__Goal of the exercise__:
Go through the listing below from its first line and repeat each line exactly, ending at the line containing "const plotNumber = block * 100 + i + 1;" and including it.
*** Dataset records ***
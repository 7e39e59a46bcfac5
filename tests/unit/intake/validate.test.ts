// Row checks on a small invented trial: 3 treatments × 3 blocks, one event, depths 0–10 and 10–20 cm.
import { describe, expect, it } from "vitest";
import { autoMapColumns, LOI_KIND } from "~/.server/intake/kinds";
import { missingFields, validateTable, type IntakeContext, type SampleInfo } from "~/.server/intake/validate";
import { ROBUST_Z_LIMIT, outlierScores } from "~/.server/intake/outliers";

const samples = new Map<string, SampleInfo>();
for (const block of [1, 2, 3]) {
  for (const [i, treatment] of ["T1", "T2", "T3"].entries()) {
    for (const [topCm, bottomCm] of [
      [0, 10],
      [10, 20],
    ]) {
      const plotNumber = block * 100 + i + 1;
      const code = `E1-${plotNumber}-${topCm}-${bottomCm}`;
      samples.set(code, { sampleId: code, code, eventId: "ev1", eventLabel: "2026 fall (E1)", plotNumber, block: String(block), treatment, topCm, bottomCm });
    }
  }
}
const context = (): IntakeContext => ({ kind: LOI_KIND, method: { socFactor: 1.724 }, samples, eventDepths: new Map([["ev1", [{ topCm: 0, bottomCm: 10 }, { topCm: 10, bottomCm: 20 }]]]), committed: new Map() });
const headers = LOI_KIND.fields.map((f) => f.header);
const mapping = autoMapColumns(LOI_KIND, headers);
const row = (code: string, crucible: string, dry: string, residue: string, notes = "") => [code, crucible, dry, residue, "550", "4", "", notes];
const check = (rows: string[][]) => validateTable({ headers, rows, rowNumbers: rows.map((_, i) => i + 2) }, mapping, false, context());

describe("validateTable", () => {
  it("maps template headers and lab aliases to fields", () => {
    expect(missingFields(LOI_KIND, mapping)).toEqual([]);
    const alias = autoMapColumns(LOI_KIND, ["Sample ID", "Tare (g)", "Crucible + dry soil (g)", "Crucible + residue (g)", "Temp C", "Hours"]);
    expect(alias).toMatchObject({ sampleCode: 0, crucibleG: 1, crucibleDrySoilG: 2, crucibleResidueG: 3, ignitionC: 4, ignitionHours: 5 });
  });

  it("derives LOI, SOM and SOC for a good row (DESIGN.md worked check)", () => {
    const review = check([row("E1-101-0-10", "20.000", "30.000", "29.500"), row("E1-101-10-20", "20.000", "30.000", "29.600")]);
    expect(review.counts).toEqual({ ok: 2, warning: 0, error: 0 });
    expect(review.rows[0].derived.loi).toBeCloseTo(5, 10); // DESIGN.md: LOI 5.00 %
    expect(review.rows[0].derived.soc).toBeCloseTo(2.9, 2); // DESIGN.md: SOC 2.90 %
  });

  it("names row, column and fix for each kind of error", () => {
    const review = check([
      row("E1-101-0-10", "twenty", "30", "29.5"),
      row("E1-102-0-10", "20", "-30", "29.5"),
      row("E1-103-0-10", "20", "30", "30.5"),
      row("E9-999-0-10", "20", "30", "29.5"),
      row("E1-201-0-10", "20", "30", "29.5"),
      row("e1-201-0-10", "20", "30", "29.4"),
    ]);
    const msg = (i: number) => review.rows[i].messages.map((m) => `${m.column}: ${m.message}`).join(" | ");
    expect(msg(0)).toMatch(/crucible_g: “twenty” is not a number/);
    expect(msg(1)).toMatch(/crucible_dry_soil_g: .*negative/);
    expect(msg(2)).toMatch(/crucible_residue_g: The ignited residue .* heavier than the oven-dry soil/);
    expect(msg(3)).toMatch(/sample_code: Sample code “E9-999-0-10” is not on any sample sheet/);
    expect(msg(4)).toMatch(/also appears on row 7/);
    expect(msg(5)).toMatch(/also appears on row 6/);
    expect(review.counts.error).toBe(6);
  });

  it("refuses a depth gap and a result the sample already has", () => {
    const gap = check([row("E1-101-10-20", "20", "30", "29.6")]);
    expect(gap.rows[0].messages[0].message).toMatch(/Plot 101 in 2026 fall \(E1\): .*starts at 10 cm/);
    const ctx = context();
    ctx.committed.set("E1-101-0-10", { measurementId: "m1", value: 5, source: "“old.csv”" });
    const again = validateTable({ headers, rows: [row("E1-101-0-10", "20", "30", "29.5")], rowNumbers: [2] }, mapping, false, ctx);
    expect(again.rows[0].messages[0].message).toMatch(/already has a Loss on ignition \(LOI\) result \(from “old.csv”\)/);
  });

  it("warns, not errs, for LOI above 40 % and text starting with = in notes", () => {
    // Hand calculation: dry 10 g, ash 5.5 g → LOI 45 % > 40 %.
    const review = check([row("E1-101-0-10", "20", "30", "25.5", "=1+1")]);
    expect(review.rows[0].status).toBe("warning");
    expect(review.rows[0].messages.map((m) => m.message).join(" ")).toMatch(/above 40 %.*never runs it as a spreadsheet formula|never runs it.*above 40 %/s);
  });

  it("flags a value far from the other plots of its treatment before an RCBD can be checked", () => {
    // 3 × 3 at 0–10 cm has 4 error df, too few for the studentized check (|r| ≤ √4 = 2), so the robust z applies.
    // LOI: T1 3.04/3.00/2.96, T3 3.14/3.10/3.06 (%), T2 3.24, 8.00 (plot 202), 3.16 → |deviations from treatment
    // medians| 0.04 0 0.04 | 0 4.76 0.08 | 0.04 0 0.04 → MAD 0.04; z(202) = 0.6745 × 4.76 / 0.04 = 80.3.
    const rows: string[][] = [];
    const loiResidue: Record<string, string> = { T1: "29.700", T2: "29.680", T3: "29.690" };
    // residue = 30 − 10 × (1 − LOI/100) … written directly: block b shifts the residue by (b − 2) × 0.004 g.
    for (const b of [1, 2, 3]) {
      for (const [i, t] of ["T1", "T2", "T3"].entries()) {
        const p = b * 100 + i + 1;
        const residue = p === 202 ? "29.200" : (Number(loiResidue[t]) + (b - 2) * 0.004).toFixed(3);
        rows.push(row(`E1-${p}-0-10`, "20.000", "30.000", residue));
      }
    }
    const review = check(rows);
    const flagged = review.rows.filter((r) => r.status === "warning");
    expect(flagged.map((r) => r.sampleCode)).toEqual(["E1-202-0-10"]);
    expect(flagged[0].messages.at(-1)!.message).toMatch(/robust z 80\.3/);
  });
});

describe("outlierScores (studentized residuals)", () => {
  it("flags one wild plot in a 6 × 4 RCBD (15 error df) at |r| > 3", () => {
    // Invented data: treatment effect 0.5·t, block effect 0.2·b, a small deterministic wobble, and
    // plot (block 2, treatment 3) raised by 3 units. Its studentized residual must exceed 3 (DESIGN.md, Diagnostics).
    const points = [];
    for (let b = 1; b <= 4; b++) {
      for (let t = 1; t <= 6; t++) {
        const wobble = (((b * 7 + t * 3) % 5) - 2) * 0.05;
        points.push({ key: `${b}-${t}`, block: String(b), treatment: `T${t}`, value: 3 + 0.5 * t + 0.2 * b + wobble + (b === 2 && t === 3 ? 3 : 0) });
      }
    }
    const scores = outlierScores(points);
    expect(scores.get("2-3")!.method).toBe("studentized");
    expect(scores.get("2-3")!.score).toBeGreaterThan(3);
    expect([...scores.values()].filter((s) => s.flagged)).toHaveLength(1);
  });
});

describe("outlierScores (robust fallback)", () => {
  it("uses the modified z-score against treatment medians before an RCBD can be fitted", () => {
    // One block only, so no RCBD. Treatment A: 1, 2, 3, 20 → median 2.5; deviations −1.5, −0.5, 0.5, 17.5;
    // pooled MAD = median(|d|) = median(0.5, 0.5, 1.5, 17.5) = 1.0; z(20) = 0.6745 × 17.5 / 1.0 = 11.80
    // (Iglewicz & Hoaglin 1993, limit 3.5).
    const points = [1, 2, 3, 20].map((value, i) => ({ key: `a${i}`, block: "1", treatment: "A", value }));
    const scores = outlierScores(points);
    expect(scores.get("a3")!.method).toBe("robust");
    expect(scores.get("a3")!.score).toBeCloseTo(11.80, 2);
    expect(scores.get("a3")!.flagged).toBe(true);
    expect(Math.abs(scores.get("a0")!.score)).toBeLessThan(ROBUST_Z_LIMIT);
  });

  it("falls back to the mean absolute deviation when the MAD is 0", () => {
    // Values 5, 5, 5, 9: median 5, |d| = 0, 0, 0, 4 → MAD 0; mean |d| = 1; z(9) = 4 / (1.2533 × 1) = 3.19.
    const points = [5, 5, 5, 9].map((value, i) => ({ key: `b${i}`, block: "1", treatment: "A", value }));
    expect(outlierScores(points).get("b3")!.score).toBeCloseTo(3.19, 2);
  });
});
*** End of Dataset records ***
__Response area__:
repository 7e39e59a46bcfac5
filename tests/unit/intake/validate.test.ts
// Row checks on a small invented trial: 3 treatments × 3 blocks, one event, depths 0–10 and 10–20 cm.
import { describe, expect, it } from "vitest";
import { autoMapColumns, LOI_KIND } from "~/.server/intake/kinds";
import { missingFields, validateTable, type IntakeContext, type SampleInfo } from "~/.server/intake/validate";
import { ROBUST_Z_LIMIT, outlierScores } from "~/.server/intake/outliers";

const samples = new Map<string, SampleInfo>();
for (const block of [1, 2, 3]) {
  for (const [i, treatment] of ["T1", "T2", "T3"].entries()) {
    for (const [topCm, bottomCm] of [
      [0, 10],
      [10, 20],
    ]) {
      const plotNumber = block * 100 + i + 1;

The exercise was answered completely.